As moments go, these three tributes to three very different people say much about changing black America
3) Mel Gibson's rant
Americans like to pretend that racism, and anti-semitism is part of the past. Mel Gibson, despite being the son of one of America's most prominent Holocaust deniers, hid it well over the years. Then he slipped and the mask came off. Hollywood kept it secrets well. Until this year
4) Tom Cruise goes crazy
No one had seen this before, a major movie star go from respect to ridicule in weeks. For years, Pat Kingsley had protected Tomcat from himself. He fired her and replaced her with his sister, and it was off to the races. Cruise made enemies left and right and people questioned his marriage like it was a movie role. It is rare to see self-destruction in public like that
5) Hezbollah and the IDF
Everyone thought that the Israelis would steamroll Hezbollah and put them in their place. Well, when the flares which screwed up night vision gear kept flying and helicopter evacuations was impossible, Israel found that Nasrallah's boys could fight. Once you allowed people to reach rank without politics, their fighting ability improved tremendously. The IDF were fighting the last war. Hezbollah was not.
6) Swannick, Eaton and Baptiste
When these former generals, two commanders of units which led to higher command, refuted the DOD line before Congress, something changed. Maybe it was small, maybe big, but these were no hippies.
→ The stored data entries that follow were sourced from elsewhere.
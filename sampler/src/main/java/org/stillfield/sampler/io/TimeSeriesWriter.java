package org.stillfield.sampler.io;

import com.fasterxml.jackson.databind.node.ArrayNode;
import com.fasterxml.jackson.databind.node.ObjectNode;
import java.io.IOException;
import java.nio.ByteBuffer;
import java.nio.channels.FileChannel;
import java.nio.file.DirectoryStream;
import java.nio.file.FileAlreadyExistsException;
import java.nio.file.Files;
import java.nio.file.LinkOption;
import java.nio.file.Path;
import java.nio.file.StandardCopyOption;
import java.nio.file.StandardOpenOption;
import java.util.ArrayList;
import java.util.HashMap;
import java.util.LinkedHashMap;
import java.util.List;
import java.util.Locale;
import java.util.Map;
import java.util.Objects;
import java.util.concurrent.atomic.AtomicLong;
import org.apache.parquet.schema.LogicalTypeAnnotation;
import org.apache.parquet.schema.MessageType;
import org.apache.parquet.schema.PrimitiveType.PrimitiveTypeName;
import org.apache.parquet.schema.Types;
import org.stillfield.sampler.api.Field;
import org.stillfield.sampler.api.ModeTable;
import org.stillfield.sampler.api.Vec3;
import org.stillfield.sampler.api.Version;
import org.stillfield.sampler.spec.RunSpec;
import org.stillfield.sampler.timeseries.AliasReport;
import org.stillfield.sampler.timeseries.ModeDamping;
import org.stillfield.sampler.timeseries.Probe;
import org.stillfield.sampler.timeseries.ProbeCoefficients;
import org.stillfield.sampler.timeseries.TimeSeriesBlock;
import org.stillfield.sampler.timeseries.TimeSeriesSink;
import org.stillfield.sampler.timeseries.TimeSeriesSpec;
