macro_rules! read_typed {
    ($reader:expr, $defs:expr, $values:expr, $variant:ident) => {{
        let mut values = Vec::with_capacity(BATCH);
        let (records, _, _) = $reader.read_records(BATCH, Some($defs), None, &mut values)?;
        $values = Values::$variant(values);
        records
    }};
}

impl ColumnBatch {
    fn new(reader: ColumnReader, stored: Stored, max_def: i16) -> Self {
        ColumnBatch {
            reader,
            stored,
            max_def,
            defs: Vec::with_capacity(BATCH),
            values: Values::None,
            next_value: 0,
            text: String::new(),
        }
    }

    /// Decodes the next batch; the number of rows in it (0 at the end of the row group).
    fn read_batch(&mut self) -> parquet::errors::Result<usize> {
        self.defs.clear();
        self.next_value = 0;
        let defs = &mut self.defs;
        let records = match &mut self.reader {
            ColumnReader::BoolColumnReader(r) => read_typed!(r, defs, self.values, Bool),
            ColumnReader::Int32ColumnReader(r) => read_typed!(r, defs, self.values, I32),
            ColumnReader::Int64ColumnReader(r) => read_typed!(r, defs, self.values, I64),
            ColumnReader::FloatColumnReader(r) => read_typed!(r, defs, self.values, F32),
            ColumnReader::DoubleColumnReader(r) => read_typed!(r, defs, self.values, F64),
            ColumnReader::ByteArrayColumnReader(r) => read_typed!(r, defs, self.values, Bytes),
            ColumnReader::FixedLenByteArrayColumnReader(r) => {
                read_typed!(r, defs, self.values, Fixed)
            }
            ColumnReader::Int96ColumnReader(_) => 0,
        };
        Ok(records)
    }

    /// Row `i` of the batch (rows must be asked for in order), for a numeric variable or not.
    fn cell(&mut self, i: usize, numeric: bool) -> BatchCell<'_> {
        let present = self.max_def == 0 || self.defs.get(i) == Some(&self.max_def);
        if !present {
            return BatchCell::Empty;
        }
        let v = self.next_value;
        self.next_value += 1;
        self.text.clear();
        let text = &mut self.text;
        match (&self.values, self.stored) {
            (Values::Bool(b), _) => BatchCell::Text(if b[v] { "true" } else { "false" }),
            (Values::I32(x), Stored::Date) => date_cell(text, i64::from(x[v]) * 86_400, 1),
            (Values::I64(x), Stored::Date) => date_cell(text, x[v].saturating_mul(86_400), 1),
            (Values::I64(x), Stored::Timestamp { per_second }) => date_cell(text, x[v], per_second),
            (Values::I32(x), Stored::Decimal { scale }) => decimal(text, i128::from(x[v]), scale),
            (Values::I64(x), Stored::Decimal { scale }) => decimal(text, i128::from(x[v]), scale),
            (Values::I32(x), Stored::Int { unsigned: true }) => {
                integer(text, i128::from(x[v] as u32), numeric)
            }
            (Values::I64(x), Stored::Int { unsigned: true }) => {
                integer(text, i128::from(x[v] as u64), numeric)
            }
            (Values::I32(x), _) => integer(text, i128::from(x[v]), numeric),
            (Values::I64(x), _) => integer(text, i128::from(x[v]), numeric),
            (Values::F32(x), _) => BatchCell::Number(f64::from(x[v])),
            (Values::F64(x), _) => BatchCell::Number(x[v]),
            (Values::Bytes(x), Stored::Decimal { scale }) => {
                decimal(text, big_endian(x[v].data()), scale)
            }
            (Values::Fixed(x), Stored::Decimal { scale }) => {
                decimal(text, big_endian(x[v].data()), scale)
            }
            (Values::Bytes(x), _) => match std::str::from_utf8(x[v].data()) {
                Ok(s) => BatchCell::Text(s),
                // Binary data that is not text is shown (and told apart) by its bytes.
                Err(_) => {
                    text.push_str("0x");
                    x[v].data().iter().for_each(|b| {
                        let _ = write!(text, "{b:02x}");
                    });
                    BatchCell::Text(text)
                }
            },
            (Values::Fixed(_) | Values::None, _) => BatchCell::Empty,
        }
    }
}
These were former commanders, men who could have reached higher rank and retired instead. Bush's war was a fraud and they would fight no more forever.
7) The Muslim Cartoons
The European right did a little racebaiting and got called on it. They thought that they could mock Islam and Muslims would have to suck it up. The riots proved otherwise. It was a silly miscalculation by people with no sense of foresight. A lot of people bought into the free speech argument when it was really about putting minorities in their place. They want to debate burkas and homosexuality when the real issue is inclusion.
Not one US paper would touch these cartoons, in the most open press in the world, for a very simple reason: it was racebaiting. There was no great editorial outcry or protest, because the unsubtle nature of the submissions had nothing to do with freedom of speech.
8) 500,000 people
They didn't know what to make of it, when the streets of LA filled up. All those Mexicans. with kids in the Army, pride in their heritage and a willingness to protest unfair laws. They had to be illegals. The willfully blind like Lou Dobbs and the openly racist like Tom Tancredo, didn't get it. Most Americans didn't have a serious problem with immigration. They didn't like the illegals crossing over, but they didn't want to turn them into felons.
But most of them were Americans and they didn't like the second class citizenship Tom Tancredo and Jim "Kotex" Sensenbrenner wanted to impose on their relatives. It changed the way Latinos saw politics and killed the GOP outreach program dead.
9) Use it or lose it
At the end of the campaign, MyDD's Chris Bowers started a fundraising drive. He asked members of Congress in safe seats to contribute to the national committees. He raised millions of dollars. And all he did was thought it up and did it. Didn't ask permissions, didn't have to call anyone, just started asking people for money. And maybe won a few close elections by doing so.
10) Germany is like everyplace else
The one thing which happened during the World Cup was subtle, but important. The Germany baiting was gone and Germans were able to wave their flags and take pride in their team like everyone else. It's been a long time since the Germans didn't have their history wrapped around them. But when English tourists flooded the country and found the people open and friendly, a lot of minds changed. And if you have a united Europe, the past has to be let go at some point. They started out with the WWII nonsense, but when it ended, that was tossed aside for the present.